Exercise objective — Search the data for the string "kinds", and report each line where it is found.

Given records —
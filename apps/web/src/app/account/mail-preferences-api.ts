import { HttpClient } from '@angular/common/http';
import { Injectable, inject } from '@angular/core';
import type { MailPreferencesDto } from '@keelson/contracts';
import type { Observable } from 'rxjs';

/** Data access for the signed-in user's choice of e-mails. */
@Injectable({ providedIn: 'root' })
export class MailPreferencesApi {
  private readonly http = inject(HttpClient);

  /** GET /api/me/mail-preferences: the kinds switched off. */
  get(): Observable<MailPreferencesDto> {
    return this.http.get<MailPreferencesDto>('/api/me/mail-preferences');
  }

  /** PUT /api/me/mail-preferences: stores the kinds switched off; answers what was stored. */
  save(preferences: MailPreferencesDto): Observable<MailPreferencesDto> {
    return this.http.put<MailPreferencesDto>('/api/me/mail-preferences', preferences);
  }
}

Reply to the exercise —
  /** GET /api/me/mail-preferences: the kinds switched off. */
  /** PUT /api/me/mail-preferences: stores the kinds switched off; answers what was stored. */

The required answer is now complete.